After much digging I found the issue was I had an older version of hf-xet
, specifically 1.0.0
.
This passes the is_package_available
used by is_xet_available
but then when xet_get is called it tries to load the dependency and fails, resulting in the above message.
Reproduction
Run the following with hf-xet v1.0.0 installed.

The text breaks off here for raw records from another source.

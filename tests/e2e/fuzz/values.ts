// The malformed pieces the fuzz test (tests/e2e/fuzz.spec.ts) builds its requests from, drawn
// from a seeded generator so a run is repeated exactly by its seed. Nothing here is valid on
// purpose; whether a whole request is harmless is decided where it is put together (cases.ts).

/** sfc32: small, fast, and the same sequence for the same seed on every platform. */
export class Rng {
  private a: number;
  private b: number;
  private c: number;
  private d: number;
  constructor(seed: number) {
    this.a = 0x9e3779b9;
    this.b = 0x243f6a88;
    this.c = 0xb7e15162;
    this.d = seed >>> 0;
    for (let i = 0; i < 16; i++) this.next();
  }
  next(): number {
    const t = (((this.a + this.b) | 0) + this.d) | 0;
    this.d = (this.d + 1) | 0;
    this.a = this.b ^ (this.b >>> 9);
    this.b = (this.c + (this.c << 3)) | 0;
    this.c = (this.c << 21) | (this.c >>> 11);
    this.c = (this.c + t) | 0;
    return (t >>> 0) / 4294967296;
  }
  int(n: number): number {
    return Math.floor(this.next() * n);
  }
  pick<T>(items: readonly T[]): T {
    return items[this.int(items.length)]!;
  }
  chance(p: number): boolean {
    return this.next() < p;
  }
  string(length: number, alphabet = "ABCDEFGHIJKLMNOPQRSTUVWXYZabcdefghijklmnopqrstuvwxyz0123456789_-"): string {
    let s = "";
    for (let i = 0; i < length; i++) s += alphabet[this.int(alphabet.length)];
    return s;
  }
}

/** %-escapes a path segment can't be decoded from: Next itself would answer a bare 500. */
export const BAD_ESCAPES = ["%ZZ", "%FF", "%C0%AE", "%C0%80", "%E0%80%AF", "%ED%A0%80", "%F0%9F", "%F8%88%80%80%80", "%", "%2", "%G1", "%u0041", "abc%", "%%", "%C3", "%C3%28"];

/** Text that is valid UTF-8 but no id: overlong, unicode, dot segments, encoded slashes, look-alikes. */
export function oddSegment(rng: Rng): string {
  const choices: (() => string)[] = [
    () => "9".repeat(16 + rng.int(40)),
    () => rng.string(100 + rng.int(4000)),
    () => encodeURIComponent("🔧".repeat(1 + rng.int(20))),
    () => encodeURIComponent("\u202eJ-0001\u0000"),
    () => encodeURIComponent("ÄÖÜ-ид-工作"),
    () => rng.pick(["%2e%2e", "%2E", "..%2F..%2Fetc%2Fpasswd", "%2F", "%5C", "%00", "%0A", "%20", "%09"]),
    () => rng.pick(["-1", "0", "1e308", "NaN", "Infinity", "null", "undefined", "true", "[]", "{}", "0x10", "1.5", "-0", "9007199254740993"]),
    () => encodeURIComponent(rng.pick(["<script>alert(1)</script>", "' OR 1=1 --", "${7*7}", "{{7*7}}", "__proto__", "constructor", "J-0001"])),
    () => rng.string(15) + rng.pick(["!", "*", "'", "(", "~", "."]),
  ];
  return rng.pick(choices)();
}

/** A well-formed but malformed-escaped segment: a bad escape somewhere in something id-like. */
export function badEscapeSegment(rng: Rng, like: string): string {
  const at = rng.int(like.length + 1);
  return like.slice(0, at) + rng.pick(BAD_ESCAPES) + like.slice(at);
}

/** Values of the wrong type (or an absurd one) for a JSON field. */
export function wrongJsonValue(rng: Rng, depth = 0): unknown {
  const choices: (() => unknown)[] = [
    () => null,
    () => rng.pick([true, false]),
    () => rng.pick([-1, 0, -0, 1.5, 1e308, -1e308, 2 ** 53 + 1, 5e-324, 2147483648, -2147483649]),
    () => "",
    () => rng.pick(["NaN", "Infinity", "-1", "1e308", "0x1F", " ", "\u0000", "null", "true"]),
    () => "x".repeat(rng.chance(0.1) ? 50_000 + rng.int(100_000) : 500 + rng.int(5000)),
    () => rng.pick(["🔧".repeat(100), "\u202e\u200f", "\ud800", "é\u0301", "<b>x</b>"]),
    () => [],
    () => ({}),
    () => (depth < 3 ? [wrongJsonValue(rng, depth + 1), wrongJsonValue(rng, depth + 1)] : []),
    () => (depth < 3 ? { type: wrongJsonValue(rng, depth + 1), content: [wrongJsonValue(rng, depth + 1)] } : {}),
    () => Array.from({ length: 200 + rng.int(2000) }, () => 1),
  ];
  return rng.pick(choices)();
}

/** Values of the wrong kind for a form field (everything in a form is text, or a file). */
export function wrongFormValue(rng: Rng): string {
  return rng.pick<() => string>([
    () => "",
    () => " ",
    () => rng.pick(["NaN", "Infinity", "-Infinity", "-1", "0", "-0", "1e308", "1e-400", "0x10", "1,5", "12abc", "9".repeat(40), "2147483648", "9007199254740993"]),
    () => rng.pick(["true", "false", "null", "undefined", "[]", "{}", '{"a":1}', "on", "yes"]),
    () => "x".repeat(rng.chance(0.1) ? 100_000 + rng.int(300_000) : 200 + rng.int(5000)),
    () => rng.pick(["🔧".repeat(500), "\u0000", "\u202e\u200f", "\ud800", "a\r\nb", "<script>x</script>", "' OR 1=1 --"]),
    () => rng.pick(["1999-02-30", "0000-00-00", "99999-01-01", "2026-13-45", "yesterday", "2026-12-04T25:61:00Z"]),
    () => rng.string(1 + rng.int(64), "abcdefghijklmnopqrstuvwxyz0123456789@.-_ "),
  ])();
}

/** JSON texts a JSON body must be refused for: not JSON, cut short, or not an object. */
export function brokenJsonText(rng: Rng, sample: string): string {
  return rng.pick<() => string>([
    () => "",
    () => "   \n",
    () => sample.slice(0, Math.max(1, rng.int(sample.length))),
    () => rng.pick(["{'a':1}", "{a:1}", '{"a":1,}', "[1,2,,]", "NaN", "Infinity", "undefined", '{"a":NaN}', '{"a":1e999999}', "{", "}", '"', "\\u0000", '{"a":"\\ud800"'] as const),
    () => rng.pick(["[]", "null", "42", '"text"', "true", "[{}]", "-0", "1e308"]),
    () => "[".repeat(5000 + rng.int(50_000)) + "]".repeat(rng.int(2) ? 0 : 100),
    () => '{"a":'.repeat(2000) + "1" + "}".repeat(2000),
    () => "\ufeff" + sample,
  ])();
}

/** A multipart body with the given fields (text or file), as a browser would frame it. */
export function multipart(fields: [string, string | { file: string; type: string; data: Buffer }][], boundary: string): Buffer {
  const parts: Buffer[] = [];
  for (const [name, value] of fields) {
    const head =
      typeof value === "string"
        ? `--${boundary}\r\nContent-Disposition: form-data; name="${name}"\r\n\r\n`
        : `--${boundary}\r\nContent-Disposition: form-data; name="${name}"; filename="${value.file}"\r\nContent-Type: ${value.type}\r\n\r\n`;
    parts.push(Buffer.from(head), typeof value === "string" ? Buffer.from(value) : value.data, Buffer.from("\r\n"));
  }
  parts.push(Buffer.from(`--${boundary}--\r\n`));
  return Buffer.concat(parts);
}

/** Framing mistakes in a multipart body that are still sent with a correct length. */
export function brokenMultipart(rng: Rng, body: Buffer, boundary: string): Buffer {
  return rng.pick<() => Buffer>([
    () => body.subarray(0, 1 + rng.int(Math.max(1, body.length - 2))),
    () => Buffer.from(body.toString("latin1").replaceAll(boundary, boundary.slice(0, -1) + "X"), "latin1"),
    () => Buffer.from(body.toString("latin1").replace(/\r\n/g, "\n"), "latin1"),
    () => Buffer.from(`--${boundary}\r\nContent-Disposition: form-data\r\n\r\nno name\r\n--${boundary}--\r\n`),
    () => Buffer.from(`--${boundary}\r\nContent-Disposition: form-data; name="0"\r\n\r\n` + "x".repeat(rng.int(100))),
    () => Buffer.alloc(1 + rng.int(4096), rng.int(256)),
  ])();
}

from transformers.models.auto.modeling_auto import AutoModelForSequenceClassification
AutoModelForSequenceClassification.from_pretrained("distilbert-base-uncased", from_tf=True)
Logs
.venv/lib/python3.12/site-packages/transformers/models/auto/auto_factory.py:571: in from_pretrained
return model_class.from_pretrained(
.venv/lib/python3.12/site-packages/transformers/modeling_utils.py:279: in _wrapper
return func(*args, **kwargs)
.venv/lib/python3.12/site-packages/transformers/modeling_utils.py:4260: in from_pretrained
checkpoint_files, sharded_metadata = _get_resolved_checkpoint_files(
_ _ _ _ _ _ _ _ _ _ _ _ _ _ _ _ _ _ _ _ _ _ _ _ _ _ _ _ _ _ _ _ _ _ _ _ _ _ _ _
pretrained_model_name_or_path = 'distilbert-base-uncased', subfolder = ''
variant = None, gguf_file = None, from_tf = True, from_flax = False
use_safetensors = None, cache_dir = None, force_download = False, proxies = None
local_files_only = False, token = None
user_agent = {'file_type': 'model', 'framework': 'pytorch', 'from_auto_class': False}
revision = 'main', commit_hash = '12040accade4e8a0f71eabdb258fecc2e7e948be'
def _get_resolved_checkpoint_files(
pretrained_model_name_or_path: Optional[Union[str, os.PathLike]],
subfolder: str,
variant: Optional[str],
gguf_file: Optional[str],
from_tf: bool,
from_flax: bool,
use_safetensors: bool,
cache_dir: str,
force_download: bool,
proxies: Optional[Dict[str, str]],
local_files_only: bool,
token: Optional[Union[str, bool]],
user_agent: dict,
revision: str,
commit_hash: Optional[str],
) -> Tuple[Optional[List[str]], Optional[Dict]]:
"""Get all the checkpoint filenames based on `pretrained_model_name_or_path`, and optional metadata if the
checkpoints are sharded.
This function will download the data if necesary.
"""
is_sharded = False
if pretrained_model_name_or_path is not None and gguf_file is None:
pretrained_model_name_or_path = str(pretrained_model_name_or_path)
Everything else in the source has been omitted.